<div align="center">
![](man/figures/fedupLogo.png)
**F**isher’s Test for **E**nrichment and **D**epletion of
**U**ser-Defined **P**athways
[![Build
Status](https://travis-ci.com/rosscm/fedup.svg?token=GNK3AGqE8dtKVRC56zpJ&branch=main)](https://travis-ci.com/rosscm/fedup)
![R-CMD-check](https://github.com/rosscm/fedup/workflows/R-CMD-check/badge.svg)
![R-CMD-check-bioc](https://github.com/rosscm/fedup/workflows/R-CMD-check-bioc/badge.svg)
![test-coverage](https://github.com/rosscm/fedup/workflows/test-coverage/badge.svg)
[![codecov](https://codecov.io/gh/rosscm/fedup/branch/main/graph/badge.svg?token=AVOAV1ILVL)](https://codecov.io/gh/rosscm/fedup)
`fedup` is an R package that tests for enrichment and depletion of
user-defined pathways using a Fisher’s exact test.

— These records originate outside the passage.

def test_file_values_round_trip(tmp_path: Path) -> None:
    store = Store(str(tmp_path / "store.sqlite"))
    payload = bytes(range(256)) * 4000
    store.put_file("model", "k", payload)
    store.put_file("model", "k", payload[::-1])  # replaced whole, never half-written
    assert bytes(store.get_file("model", "k") or b"") == payload[::-1]
    assert store.get_file("model", "other") is None
    assert Store(str(tmp_path / "store.sqlite"), version="another").get_file("model", "k") is None
    assert [p.name for p in (tmp_path / "files").iterdir() if p.name.endswith(".part")] == []
    memory = Store(None)  # no folder: kept in the in-memory database
    memory.put_file("model", "k", payload)
    assert memory.get_file("model", "k") == payload


def test_model_file_round_trip_and_damage(tmp_path: Path) -> None:
    from dataclasses import asdict

    import numpy as np

    from parentage.config import ModelSettings
    from parentage.errors import ParentageError
    from parentage.tiers.model import FORMAT, Model

    arrays = {"w": np.arange(12, dtype=np.float16).reshape(3, 4), "ids": np.array([b"A:1", b"B:22"]),
              "ptr": np.array([0, 5, 9], dtype=np.int64), "none": np.zeros((0, 3), dtype=np.float32)}
    meta = {"format": FORMAT, "settings": asdict(ModelSettings()), "classes": ["C:1"], "revision": "r",
            "ancestors": {"C:1": []}, "disjoint": []}
    blob = Model(arrays, meta).to_bytes()
    store = Store(str(tmp_path / "store.sqlite"))
    store.put_file("model", "k", blob)
    back = Model.from_bytes(store.get_file("model", "k") or b"")
    for name, values in arrays.items():
        assert back.arrays[name].dtype == values.dtype and np.array_equal(back.arrays[name], values)
        assert back.arrays[name].ctypes.data % 64 == 0  # a view of the mapped file, aligned
        assert not back.arrays[name].flags.writeable
    assert back.revision == "r"
    # The file is an ordinary .npz: numpy's own reader, pickles refused, finds the same arrays.
    with np.load(io.BytesIO(blob), allow_pickle=False) as plain:
        assert sorted(plain.files) == sorted([*arrays, "meta.json"])
        for name, values in arrays.items():
            assert np.array_equal(plain[name], values)
    assert Model.from_bytes(blob).arrays["ptr"].tolist() == [0, 5, 9]  # from bytes as well
    # The central directory as read by our reader and by the standard library's zipfile.
    from parentage import npz

    assert npz._members(blob) == npz._members_zip64(blob)
    # Reading does not import zipfile (13 ms of a warm review's start-up).
    path = tmp_path / "model.npz"
    path.write_bytes(blob)
    code = ("import sys; from parentage.tiers.model import Model; "
            f"Model.from_bytes(open({str(path)!r}, 'rb').read()); print('zipfile' in sys.modules)")
    out = subprocess.run([sys.executable, "-c", code], capture_output=True, text=True, check=True)
    assert out.stdout.strip() == "False"
    # A damaged or foreign file is one clear error, never a crash or a pickle load.
    for damaged in (blob[: len(blob) // 2], b"not a model", blob.replace(b"<f2", b"|O8", 1)):
        with pytest.raises(ParentageError, match="stored model is unreadable"):
            Model.from_bytes(damaged)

The method is
designed for versatile pathway annotation formats (eg. gmt, txt, xlsx)
to allow the user to run pathway analysis on custom annotations. This
package is also integrated with Cytoscape to provide network-based
pathway visualization that enhances the interpretability of the results.
<div align="left">
# Contents
- [Getting started](#getting-started)
- [System prerequisites](#system-prerequisites)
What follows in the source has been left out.